Start of Supplied entries

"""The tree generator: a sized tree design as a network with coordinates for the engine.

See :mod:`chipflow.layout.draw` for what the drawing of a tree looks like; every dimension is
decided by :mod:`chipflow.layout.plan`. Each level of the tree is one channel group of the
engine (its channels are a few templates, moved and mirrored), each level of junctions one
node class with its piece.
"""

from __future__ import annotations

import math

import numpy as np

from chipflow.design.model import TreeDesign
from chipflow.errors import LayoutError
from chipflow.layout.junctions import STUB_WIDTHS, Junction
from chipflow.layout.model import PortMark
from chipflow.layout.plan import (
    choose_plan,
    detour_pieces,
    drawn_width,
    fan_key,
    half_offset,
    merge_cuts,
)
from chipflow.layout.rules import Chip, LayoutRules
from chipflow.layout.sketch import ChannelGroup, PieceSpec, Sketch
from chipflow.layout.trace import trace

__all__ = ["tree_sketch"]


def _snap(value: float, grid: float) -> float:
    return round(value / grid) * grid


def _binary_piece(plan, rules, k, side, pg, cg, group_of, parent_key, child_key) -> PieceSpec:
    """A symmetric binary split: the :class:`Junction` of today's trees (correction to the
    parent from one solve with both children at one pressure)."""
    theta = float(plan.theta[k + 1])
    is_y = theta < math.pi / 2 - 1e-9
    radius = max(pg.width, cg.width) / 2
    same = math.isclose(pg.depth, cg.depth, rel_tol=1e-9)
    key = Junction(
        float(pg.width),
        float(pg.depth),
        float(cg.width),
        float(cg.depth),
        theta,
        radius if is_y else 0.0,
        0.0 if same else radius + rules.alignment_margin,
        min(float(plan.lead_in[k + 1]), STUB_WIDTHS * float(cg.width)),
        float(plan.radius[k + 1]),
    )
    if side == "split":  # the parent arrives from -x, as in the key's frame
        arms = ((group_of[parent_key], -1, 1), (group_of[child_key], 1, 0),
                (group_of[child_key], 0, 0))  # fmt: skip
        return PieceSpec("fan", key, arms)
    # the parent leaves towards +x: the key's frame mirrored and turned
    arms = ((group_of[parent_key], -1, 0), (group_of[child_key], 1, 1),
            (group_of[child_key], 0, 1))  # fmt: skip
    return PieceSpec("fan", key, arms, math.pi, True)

End of Supplied entries

• **What is being asked**
Whenever a line above includes "arms", copy it in full.

• **Response area**
        arms = ((group_of[parent_key], -1, 1), (group_of[child_key], 1, 0),
        return PieceSpec("fan", key, arms)
    arms = ((group_of[parent_key], -1, 0), (group_of[child_key], 1, 1),
    return PieceSpec("fan", key, arms, math.pi, True)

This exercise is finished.